## Dataset
========

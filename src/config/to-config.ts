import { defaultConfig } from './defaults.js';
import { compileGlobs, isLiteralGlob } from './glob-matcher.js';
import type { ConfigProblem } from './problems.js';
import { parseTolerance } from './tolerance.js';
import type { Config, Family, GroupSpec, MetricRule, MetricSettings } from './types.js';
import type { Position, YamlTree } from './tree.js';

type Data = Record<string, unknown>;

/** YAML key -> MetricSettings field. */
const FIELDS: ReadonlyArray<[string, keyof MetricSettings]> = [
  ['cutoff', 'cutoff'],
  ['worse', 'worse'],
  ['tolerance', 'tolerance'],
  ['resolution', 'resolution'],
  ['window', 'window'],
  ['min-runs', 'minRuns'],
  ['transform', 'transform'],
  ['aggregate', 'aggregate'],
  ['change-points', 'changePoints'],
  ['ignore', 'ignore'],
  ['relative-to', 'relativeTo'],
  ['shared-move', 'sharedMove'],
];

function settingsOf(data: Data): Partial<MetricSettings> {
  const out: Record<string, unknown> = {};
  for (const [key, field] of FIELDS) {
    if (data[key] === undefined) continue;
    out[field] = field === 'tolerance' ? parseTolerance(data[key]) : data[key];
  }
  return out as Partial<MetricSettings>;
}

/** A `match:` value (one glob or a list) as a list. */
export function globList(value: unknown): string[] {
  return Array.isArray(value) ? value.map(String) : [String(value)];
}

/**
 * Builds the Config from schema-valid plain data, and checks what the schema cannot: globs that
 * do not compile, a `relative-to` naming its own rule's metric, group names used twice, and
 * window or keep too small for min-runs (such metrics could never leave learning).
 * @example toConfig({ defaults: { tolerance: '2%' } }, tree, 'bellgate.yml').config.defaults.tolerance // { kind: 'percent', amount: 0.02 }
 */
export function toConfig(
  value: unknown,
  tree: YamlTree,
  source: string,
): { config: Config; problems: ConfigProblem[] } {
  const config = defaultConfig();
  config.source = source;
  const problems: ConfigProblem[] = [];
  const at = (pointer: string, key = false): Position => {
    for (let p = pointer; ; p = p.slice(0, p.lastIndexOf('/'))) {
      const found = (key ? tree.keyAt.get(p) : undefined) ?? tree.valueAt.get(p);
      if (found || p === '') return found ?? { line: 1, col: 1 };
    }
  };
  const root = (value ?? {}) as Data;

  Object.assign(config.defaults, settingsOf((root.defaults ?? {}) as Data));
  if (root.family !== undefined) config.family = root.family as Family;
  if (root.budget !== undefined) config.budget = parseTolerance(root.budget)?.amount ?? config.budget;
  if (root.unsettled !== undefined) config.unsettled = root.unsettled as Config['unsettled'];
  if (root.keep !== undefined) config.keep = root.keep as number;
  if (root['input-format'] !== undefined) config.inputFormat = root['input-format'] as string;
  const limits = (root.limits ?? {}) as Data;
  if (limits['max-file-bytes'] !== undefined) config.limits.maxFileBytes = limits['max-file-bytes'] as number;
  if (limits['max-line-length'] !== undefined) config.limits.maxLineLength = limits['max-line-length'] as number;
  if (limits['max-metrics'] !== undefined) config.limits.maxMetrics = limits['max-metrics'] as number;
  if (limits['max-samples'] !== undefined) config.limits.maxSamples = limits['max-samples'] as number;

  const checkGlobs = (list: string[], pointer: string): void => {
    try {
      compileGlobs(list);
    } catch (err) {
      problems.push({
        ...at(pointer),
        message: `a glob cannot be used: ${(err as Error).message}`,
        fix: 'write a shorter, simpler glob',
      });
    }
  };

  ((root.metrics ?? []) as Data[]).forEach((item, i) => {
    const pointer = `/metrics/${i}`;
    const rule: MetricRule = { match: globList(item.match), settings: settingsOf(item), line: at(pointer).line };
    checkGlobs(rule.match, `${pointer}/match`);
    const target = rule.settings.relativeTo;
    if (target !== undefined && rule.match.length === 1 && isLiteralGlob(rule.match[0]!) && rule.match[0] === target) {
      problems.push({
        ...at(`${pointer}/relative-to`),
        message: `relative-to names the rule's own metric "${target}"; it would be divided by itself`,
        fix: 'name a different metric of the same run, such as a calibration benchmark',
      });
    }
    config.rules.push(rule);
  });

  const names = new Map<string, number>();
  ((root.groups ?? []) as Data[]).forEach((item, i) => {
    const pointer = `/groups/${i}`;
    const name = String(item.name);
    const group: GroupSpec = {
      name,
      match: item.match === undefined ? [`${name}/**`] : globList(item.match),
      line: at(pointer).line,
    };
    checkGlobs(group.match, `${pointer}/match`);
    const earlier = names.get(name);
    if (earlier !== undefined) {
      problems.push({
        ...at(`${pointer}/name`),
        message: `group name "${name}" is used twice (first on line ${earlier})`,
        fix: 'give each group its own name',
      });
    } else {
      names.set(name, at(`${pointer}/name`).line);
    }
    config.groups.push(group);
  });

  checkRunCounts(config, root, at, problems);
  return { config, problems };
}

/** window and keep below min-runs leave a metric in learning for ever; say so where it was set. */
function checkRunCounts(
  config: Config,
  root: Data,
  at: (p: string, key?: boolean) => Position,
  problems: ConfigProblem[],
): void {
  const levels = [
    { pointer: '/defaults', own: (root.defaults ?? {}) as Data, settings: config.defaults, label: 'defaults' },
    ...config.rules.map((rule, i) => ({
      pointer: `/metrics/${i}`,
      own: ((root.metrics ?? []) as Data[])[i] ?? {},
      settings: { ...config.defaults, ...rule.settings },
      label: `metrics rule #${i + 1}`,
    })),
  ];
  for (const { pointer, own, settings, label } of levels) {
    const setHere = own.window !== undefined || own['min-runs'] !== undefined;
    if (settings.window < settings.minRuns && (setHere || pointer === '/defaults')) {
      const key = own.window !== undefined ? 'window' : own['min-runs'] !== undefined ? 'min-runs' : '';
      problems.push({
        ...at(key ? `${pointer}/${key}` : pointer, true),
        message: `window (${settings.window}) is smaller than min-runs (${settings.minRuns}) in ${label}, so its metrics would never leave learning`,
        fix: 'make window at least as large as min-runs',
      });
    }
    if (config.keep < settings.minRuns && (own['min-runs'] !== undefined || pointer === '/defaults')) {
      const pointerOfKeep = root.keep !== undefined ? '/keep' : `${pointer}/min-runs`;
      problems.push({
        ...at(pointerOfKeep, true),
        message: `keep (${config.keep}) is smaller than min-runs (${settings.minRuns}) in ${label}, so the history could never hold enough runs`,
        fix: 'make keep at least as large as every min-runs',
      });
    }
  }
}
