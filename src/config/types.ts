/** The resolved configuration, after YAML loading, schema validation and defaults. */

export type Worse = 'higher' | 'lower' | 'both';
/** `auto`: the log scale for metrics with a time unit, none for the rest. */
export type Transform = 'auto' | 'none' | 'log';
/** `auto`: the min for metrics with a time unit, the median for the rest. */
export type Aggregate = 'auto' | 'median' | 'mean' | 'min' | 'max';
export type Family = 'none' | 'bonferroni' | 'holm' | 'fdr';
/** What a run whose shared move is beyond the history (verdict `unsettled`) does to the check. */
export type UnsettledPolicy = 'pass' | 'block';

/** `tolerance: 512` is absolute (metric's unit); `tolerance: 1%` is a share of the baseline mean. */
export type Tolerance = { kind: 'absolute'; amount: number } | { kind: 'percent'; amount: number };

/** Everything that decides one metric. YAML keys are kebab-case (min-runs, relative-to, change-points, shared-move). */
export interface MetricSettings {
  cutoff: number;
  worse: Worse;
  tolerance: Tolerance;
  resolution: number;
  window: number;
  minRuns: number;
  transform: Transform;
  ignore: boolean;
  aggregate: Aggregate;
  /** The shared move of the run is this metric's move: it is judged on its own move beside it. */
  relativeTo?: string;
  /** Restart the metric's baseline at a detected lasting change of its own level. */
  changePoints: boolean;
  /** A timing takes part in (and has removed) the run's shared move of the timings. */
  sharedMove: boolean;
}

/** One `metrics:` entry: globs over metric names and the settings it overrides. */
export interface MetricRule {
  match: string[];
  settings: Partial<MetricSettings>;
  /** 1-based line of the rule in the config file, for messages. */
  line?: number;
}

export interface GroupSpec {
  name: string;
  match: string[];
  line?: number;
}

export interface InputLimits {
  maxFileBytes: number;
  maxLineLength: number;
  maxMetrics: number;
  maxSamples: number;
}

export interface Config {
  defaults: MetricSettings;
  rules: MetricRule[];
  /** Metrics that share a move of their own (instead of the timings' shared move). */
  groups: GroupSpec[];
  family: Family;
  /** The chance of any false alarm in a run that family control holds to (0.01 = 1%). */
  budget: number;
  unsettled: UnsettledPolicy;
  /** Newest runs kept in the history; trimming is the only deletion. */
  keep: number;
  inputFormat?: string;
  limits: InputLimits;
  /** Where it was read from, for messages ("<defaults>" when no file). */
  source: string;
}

========

## Aim of the task
Count the lines of the data that hold the word "kind". Report the count and nothing more.

## Finished task
2